* **EXERCISE PROMPT**
Only lines with the word "process" are wanted; copy each of them from the listing below.

=== Section Start ===

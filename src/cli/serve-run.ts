/** `lagparity serve`, run (options and help: `serve-command.ts`). */
import { type Issue, error, show } from '../issues.js';
import { DEFAULT_LIMITS, type ServiceLimits } from '../service/request-bodies.js';
import { serve } from '../service/serve.js';
import { loadModel, loadRules } from './inputs.js';
import { EXIT_BAD_INPUT, EXIT_OK, reportIssues } from './output.js';
import { escapeControlCharacters } from '../formats/control-characters.js';

export interface ServeCommandOptions {
  model: string;
  rules?: string;
  host: string;
  port: string;
  maxBodyBytes?: string;
  maxPlayers?: string;
  maxSamples?: string;
  maxCandidates?: string;
  requestTimeoutMs?: string;
}

/** A whole number option in [min, max], or its default when not given. */
function integerOption(flag: string, text: string | undefined, fallback: number, min: number, max: number, issues: Issue[]): number {
  if (text === undefined) return fallback;
  const value = /^\d+$/.test(text.trim()) ? Number(text.trim()) : Number.NaN;
  if (!(value >= min && value <= max)) {
    issues.push(error('invalid_option', flag, `\`${flag}\` requires a whole number from ${min} to ${max}, got ${show(text)}`));
    return fallback;
  }
  return value;
}

export async function runServe(options: ServeCommandOptions): Promise<number> {
  const issues: Issue[] = [];
  const port = integerOption('--port', options.port, 8321, 0, 65_535, issues);
  const limits: ServiceLimits = {
    maxBodyBytes: integerOption('--max-body-bytes', options.maxBodyBytes, DEFAULT_LIMITS.maxBodyBytes, 2, DEFAULT_LIMITS.maxBodyBytes, issues),
    maxPlayers: integerOption('--max-players', options.maxPlayers, DEFAULT_LIMITS.maxPlayers, 1, DEFAULT_LIMITS.maxPlayers, issues),
    maxSamples: integerOption('--max-samples', options.maxSamples, DEFAULT_LIMITS.maxSamples, 1, DEFAULT_LIMITS.maxSamples, issues),
    maxCandidates: integerOption('--max-candidates', options.maxCandidates, DEFAULT_LIMITS.maxCandidates, 1, DEFAULT_LIMITS.maxCandidates, issues),
    requestTimeoutMs: integerOption('--request-timeout-ms', options.requestTimeoutMs, DEFAULT_LIMITS.requestTimeoutMs, 100, 3_600_000, issues),
  };
  if (options.host.trim() === '') issues.push(error('invalid_option', '--host', '`--host` requires an address such as 127.0.0.1, got an empty one'));
  const [model, rules] = await Promise.all([loadModel(options.model), loadRules(options.rules)]);
  if (!model.ok) issues.push(...model.issues);
  if (!rules.ok) issues.push(...rules.issues);
  if (issues.length > 0 || !model.ok || !rules.ok) {
    reportIssues(issues);
    return EXIT_BAD_INPUT;
  }
  let started: Awaited<ReturnType<typeof serve>>;
  try {
    started = await serve({ modelPath: options.model, model: model.value, rules: rules.value, host: options.host, port, limits, version: '0.1.0' });
  } catch (cause) {
    const code = (cause as NodeJS.ErrnoException).code;
    const reason = code === 'EADDRINUSE' ? 'the port is in use' : code === 'EACCES' ? 'permission denied (ports below 1024 need privileges)' : code === 'EADDRNOTAVAIL' || code === 'ENOTFOUND' ? 'no such address on this machine' : (cause as Error).message;
    reportIssues([error('cannot_listen', `${options.host}:${port}`, `the service requires an address and port it can listen on, got ${reason}`)]);
    return EXIT_BAD_INPUT;
  }
  process.stderr.write(escapeControlCharacters(`lagparity serve: listening on ${started.url} (model ${options.model})\n`));
  await new Promise<void>((resolve) => {
    const wait = () => {
      process.off('SIGTERM', wait);
      process.off('SIGINT', wait);
      // serve.ts handles the signal too: wait until it has drained.
      void started.stop().then(resolve);
    };
    process.on('SIGTERM', wait);
    process.on('SIGINT', wait);
  });
  return EXIT_OK;
}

=== Section End ===

* **TASK RESULT**
  process.stderr.write(escapeControlCharacters(`lagparity serve: listening on ${started.url} (model ${options.model})\n`));
      process.off('SIGTERM', wait);
      process.off('SIGINT', wait);
    process.on('SIGTERM', wait);
    process.on('SIGINT', wait);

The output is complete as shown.